ASSIGNED TASK:
Wherever a line in the records contains the word "short", return that line.

(THE DATA Opens)

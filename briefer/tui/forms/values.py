"""What a pilot types in a form field -> the values the data file holds, and back.

Only the form of the text is read here (a number with or without its unit, `1 1/4` statute
miles, `1600m`, `NA`, `south of 09/27`); whether the value is plausible is the loader's business
(`briefer.model`), so text that is not a number at all is passed on as text and the loader says
what it expected. A unit the field does not take is refused here, naming the accepted forms.

No Textual import here.
"""

from __future__ import annotations

import math
import re
from collections.abc import Mapping
from briefer._dataclass import dataclass, field
from typing import Any

from briefer import units

UNIT_ALIASES: Mapping[str, tuple[str, ...]] = {
    "ft": ("ft", "feet", "'"),
    "kt": ("kt", "kts", "kn", "knots"),
    "lb": ("lb", "lbs"),
    "NM": ("nm",),
    "SM": ("sm",),
    "m": ("m",),
    "°": ("°", "deg"),
    "°M": ("°m", "°", "m", "deg", "degm"),
    "°T": ("°t", "°", "t", "deg"),
    "°/s": ("°/s", "deg/s", "/s"),
    "": (),
}
"""Accepted suffixes (lower case) of each unit shown beside a field."""

_NUMBER = re.compile(r"\s*([-+]?(?:\d{1,3}(?:,\d{3})+|\d+)(?:\.\d*)?|[-+]?\.\d+)\s*(.*?)\s*")
_FRACTION = re.compile(r"\s*(?:(\d+)\s+)?(\d+)\s*/\s*(\d+)\s*(.*?)\s*")
NOT_AUTHORISED = ("na", "n/a", "nil", "not authorised", "not authorized")
TRUE_WORDS = ("yes", "y", "true", "on")
FALSE_WORDS = ("no", "n", "false", "off")
SIDES = ("north", "east", "south", "west")


class FormTextError(ValueError):
    """Text whose form the field does not take (a unit it does not accept, say)."""


@dataclass(frozen=True, slots=True)
class Read:
    """The file entries one field gives: ``entries`` (key -> value) to put into its mapping."""

    entries: dict[str, Any] = field(default_factory=dict)


def _number(text: str) -> tuple[float | int, str] | None:
    """'093.2' -> (93.2, ''), '7,700 ft' -> (7700, 'ft'), 'abc' -> None."""
    m = _NUMBER.fullmatch(text)
    if not m:
        return None
    raw = m.group(1).replace(",", "")
    value: float | int = float(raw) if ("." in raw) else int(raw)
    return value, m.group(2)


def tidy_number(value: float | int) -> float | int:
    """An integral float as an int (6640.0 -> 6640), so files read as a chart prints them."""
    if isinstance(value, float) and math.isfinite(value) and value.is_integer() and abs(value) < 1e15:
        return int(value)
    return value


def forms_of(unit: str) -> str:
    """'6640 or 6640 ft' for the accepted forms of a unit."""
    aliases = UNIT_ALIASES.get(unit, ())
    return "a number" + (f" or a number with '{aliases[0]}'" if aliases else "")


def read_number(text: str, unit: str, *, alt: Mapping[str, tuple[str, float]] | None = None,
                key: str) -> dict[str, Any]:
    """A number in `unit` (its suffix optional) -> {key: value}; `alt` maps another typed unit to
    (another key, factor) ('m' -> ('length_m', 1)). Text that is not a number goes on as text."""
    t = text.strip()
    if not t:
        return {}
    got = _number(t)
    if got is None:
        return {key: t}
    value, suffix = got
    s = suffix.lower()
    if not s or s in UNIT_ALIASES.get(unit, ()):
        return {key: value}
    for alt_unit, (alt_key, factor) in (alt or {}).items():
        if s in UNIT_ALIASES.get(alt_unit, (alt_unit.lower(),)):
            return {alt_key: tidy_number(value * factor) if factor != 1 else value}
    accepted = [unit] + list(alt or {})
    shown = " or ".join(f"'{u}'" for u in accepted if u)
    raise FormTextError(f"expected a number in {shown or 'no unit'}, got '{t}'")


def read_visibility(text: str) -> dict[str, Any]:
    """'1', '1 1/4', '3/4 SM', '1.25', '1600m', '1600 m' -> visibility_sm or visibility_m.

    A bare number is statute miles up to 10 and metres from 400 (the ranges the file format
    accepts do not overlap)."""
    t = text.strip()
    if not t:
        return {}
    m = _FRACTION.fullmatch(t)
    if m:
        whole, num, den, suffix = m.groups()
        if suffix.lower() not in ("", "sm"):
            raise FormTextError(f"expected statute miles ('1 1/4' or '1 1/4 SM'), got '{t}'")
        if int(den) == 0:
            raise FormTextError(f"expected a fraction such as '3/4', got '{t}'")
        return {"visibility_sm": (int(whole or 0) + int(num) / int(den))}
    got = _number(t)
    if got is None:
        return {"visibility_sm": t}
    value, suffix = got
    s = suffix.lower()
    if s == "sm":
        return {"visibility_sm": value}
    if s in ("m", "meters", "metres"):
        return {"visibility_m": value}
    if s == "km":
        return {"visibility_m": tidy_number(value * units.KM_TO_M)}
    if s:
        raise FormTextError(f"expected SM ('1 1/4', '2 SM') or metres ('1600m'), got '{t}'")
    if value >= 400:
        return {"visibility_m": value}
    if value <= 10:
        return {"visibility_sm": value}
    raise FormTextError(f"expected SM (up to 10) or metres (from 400); write the unit: '{t} SM' or '{t}m'")


def read_minimum(text: str) -> dict[str, Any]:
    """A category's MDA: '6640' (ft) or 'NA' (not authorised)."""
    t = text.strip()
    if t.lower() in NOT_AUTHORISED:
        return {"not_authorised": True}
    return read_number(t, "ft", key="mda_ft")


def read_flag(text: str, key: str) -> dict[str, Any]:
    t = text.strip().lower()
    if not t:
        return {}
    if t in TRUE_WORDS:
        return {key: True}
    if t in FALSE_WORDS:
        return {key: False}
    raise FormTextError(f"expected yes or no, got '{text.strip()}'")


_SIDE_FORM = re.compile(r"\s*(?:na\s+)?(north|east|south|west)\s+of\s+(?:runway\s+|rwy\s+)?(\S+)\s*", re.I)
_BEARING_FORM = re.compile(r"\s*(?:na\s+)?(?:from\s+)?(?:threshold\s+|thr\s+|rwy\s+)?(\S+?)[\s,:]+(\d+(?:\.\d*)?)\s*°?"
                           r"\s*(?:-|to|–)\s*(\d+(?:\.\d*)?)\s*°?\s*m?\s*", re.I)


def read_sector(text: str) -> dict[str, Any]:
    """'south of runway 09/27' (a side of a runway) or '13 040-110' (bearings from threshold 13,
    clockwise, magnetic) -> the sector's keys."""
    t = text.strip()
    if not t:
        return {}
    m = _SIDE_FORM.fullmatch(t)
    if m:
        return {"side": m.group(1).lower(), "runway": m.group(2)}
    m = _BEARING_FORM.fullmatch(t)
    if m:
        return {"threshold": m.group(1), "from_deg_mag": _number(m.group(2))[0],  # type: ignore[index]
                "to_deg_mag": _number(m.group(3))[0]}  # type: ignore[index]
    raise FormTextError(f"expected 'south of 09/27' (side of a runway) or '13 040-110' "
                        f"(bearings from threshold 13, clockwise, °M), got '{t}'")


# --------------------------------------------------------------------------------------------
# Back: file values -> the text a field shows
# --------------------------------------------------------------------------------------------
def number_text(value: Any) -> str:
    if value is None:
        return ""
    if isinstance(value, bool):
        return "yes" if value else "no"
    if isinstance(value, (int, float)):
        v = tidy_number(value)
        if isinstance(v, int):
            return str(v)
        short = f"{v:.10g}"
        return short if float(short) == v else repr(v)     # every digit the file holds, read back equal
    return str(value)


def visibility_text(entries: Mapping[str, Any]) -> str:
    if entries.get("visibility_m") is not None:
        return f"{number_text(entries['visibility_m'])}m"
    sm = entries.get("visibility_sm")
    if sm is None:
        return ""
    if isinstance(sm, (int, float)):
        whole, frac = divmod(float(sm), 1.0)
        for den in (2, 4, 8, 16):
            num = frac * den
            if frac and abs(num - round(num)) < 1e-9:
                f = f"{round(num)}/{den}"
                return f"{int(whole)} {f}" if whole else f
    return number_text(sm)


def minimum_text(entries: Mapping[str, Any]) -> str:
    if entries.get("not_authorised"):
        return "NA"
    return number_text(entries.get("mda_ft"))


def sector_text(entries: Mapping[str, Any]) -> str:
    if entries.get("side") is not None or entries.get("runway") is not None:
        return f"{entries.get('side', '')} of {entries.get('runway', '')}".strip()
    if entries.get("threshold") is not None:
        def deg(v: Any) -> str:
            return f"{v:03.0f}" if isinstance(v, (int, float)) and float(v).is_integer() else number_text(v)

        return f"{entries['threshold']} {deg(entries.get('from_deg_mag'))}-{deg(entries.get('to_deg_mag'))}"
    return ""


_VARIATION = re.compile(r"\s*([-+]?\d+(?:\.\d*)?)\s*°?\s*([EW]?)\s*", re.I)


def read_variation(text: str) -> dict[str, Any]:
    """Magnetic variation: '9E', '9° E', '9' (east), '4W', '-4' (west) -> magnetic_variation_deg,
    east positive."""
    t = text.strip()
    if not t:
        return {}
    m = _VARIATION.fullmatch(t)
    if not m:
        got = _number(t)
        if got is None:
            return {"magnetic_variation_deg": t}
        raise FormTextError(f"expected degrees east or west ('9E', '4W', or -4 for west), got '{t}'")
    value = _number(m.group(1))[0]  # type: ignore[index]
    if m.group(2).upper() == "W":
        if value < 0:
            raise FormTextError(f"expected '4W' or -4, not both signs, got '{t}'")
        value = -value
    return {"magnetic_variation_deg": value}


def variation_text(value: Any) -> str:
    if not isinstance(value, (int, float)):
        return number_text(value)
    return f"{number_text(abs(value))}{'W' if value < 0 else 'E'}" if value else "0"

(THE DATA Closes)

RESPONSE BELOW:
        short = f"{v:.10g}"
        return short if float(short) == v else repr(v)     # every digit the file holds, read back equal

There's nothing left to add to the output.